# Formatting a new HDD for use with OPL: WINHIIP vs uLaunchElf



## L3gi0n0fh311 (Sep 26, 2021)

Should I use Winhiip or uLaunchElf to format a new HDD for use with OPL ?

if uLaunchElf is the better method, Should I use the uLaunchElf that is bundled with FMCB 1.966 ? or should I use a specific version of uLaunchElf ?


----------



## notimp (Sep 26, 2021)

If your HDD is 1TB or below - Winhiip.
If bigger than 128GB format it in Winnhiip, using the 48bit option.

I have a 1TB drive, and actually re-formated it in Winhiip as 48bit, because I was unsure if it was formated that way the first time around, when I formated it in HD Loader.

If its above 1TB I have no idea.

This is what I know (heuristics). HD Loader on 1.966 is patched so it will format bigger drives - i.e. 1TB ones.
If you then see the full 2TB (minus a little, but well above 1TB) as free space available in HD Loader and or OPL you should already be good.

Winhiip probably also can format drives larger than 1TB - also use the 48bit option there if you go with Winhiip.

Winhiip is 'old enough' that it doesnt play well with drives 1TB and above. (Hearsay.) But I assume that this applies only to loading games onto them. The actual limitation should only be the partition formatting its using, which tops out at 256 (or so) games. (A little less than 1TB filled.)

I used Winhiip up to that point, and its actually not a bad idea, because it gets you "proper game file names" or accustom to max filename length (cant remember which one) - I only remember, that after using it for a while I had my naming schemes figured out. Meaning: Actual names in OPL and HD Loder can be quite long and Winhiip will handle that for you (afair), but there is an initial set of characters (less than max. character length in OPL and HD Loader) that will be used for the partition naming. Lets say 16 (dont know (cant remember, might be 32)) - and those 16 cant be "doubled" (the same for one game and disc 2 of the same game f.e. (where you already typed 16 or so charas before you reach the disc 2 part that would separate/differentiate filenames). Winhiip is good at throwing those warnings. And getting you in a good naming scheme 'logic mindset'. Reads like mumbo jumbo, but its easier to figure that stuff (including chara limit) out in WinHiip.

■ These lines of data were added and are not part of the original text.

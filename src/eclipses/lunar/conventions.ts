/**
 * How big the Earth's shadow is at the Moon's distance (Danjon 1951; Chauvenet, Manual of Spherical and Practical
 * Astronomy, 1891; Explanatory Supplement to the Astronomical Almanac, 3rd ed., ch. 11).
 * The atmosphere makes the shadow larger than pure geometry; two published
 * conventions say by how much.
 */

export type ShadowConventionName = 'danjon' | 'chauvenet';
export const SHADOW_CONVENTIONS: readonly ShadowConventionName[] = ['danjon', 'chauvenet'];

/** Angles seen from the Earth's centre, radians. */
export interface ShadowInputs {
  readonly moonParallaxRad: number;
  readonly sunParallaxRad: number;
  readonly sunSemiDiameterRad: number;
}

export interface ShadowRadii {
  readonly penumbraRad: number;
  readonly umbraRad: number;
}

export interface ShadowConvention {
  readonly name: ShadowConventionName;
  readonly citation: string;
  radii(inputs: ShadowInputs): ShadowRadii;
}

export const danjon: ShadowConvention = {
  name: 'danjon',
  citation: 'Danjon (1951): 1.01 π_M + π_S ± s_S',
  radii: ({ moonParallaxRad, sunParallaxRad, sunSemiDiameterRad }) => ({
    penumbraRad: 1.01 * moonParallaxRad + sunParallaxRad + sunSemiDiameterRad,
    umbraRad: 1.01 * moonParallaxRad + sunParallaxRad - sunSemiDiameterRad,
  }),
};

export const chauvenet: ShadowConvention = {
  name: 'chauvenet',
  citation: 'Chauvenet (1891): 1.02 (0.998340 π_M + π_S ± s_S)',
  radii: ({ moonParallaxRad, sunParallaxRad, sunSemiDiameterRad }) => ({
    penumbraRad: 1.02 * (0.99834 * moonParallaxRad + sunParallaxRad + sunSemiDiameterRad),
    umbraRad: 1.02 * (0.99834 * moonParallaxRad + sunParallaxRad - sunSemiDiameterRad),
  }),
};

export function shadowConvention(name: ShadowConventionName): ShadowConvention {
  return name === 'chauvenet' ? chauvenet : danjon;
}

Once you've reached 256 (or so) games on the HDD Winhiip will simply stop allowing you to add more.

At that point imho switch over to PS2 HD Handiness 0.75 - and resume adding games. It allows you to add more than 256 games, and to delete games (while the HDD is connected to the PC), and it does so cleanely - but its naming features are less good than the ones in Winhiip, so its good to have your main naming logic already somewhat learned and practiced through Winhiip. Again doesnt sound like this is an optimal way to go, but works out quite well.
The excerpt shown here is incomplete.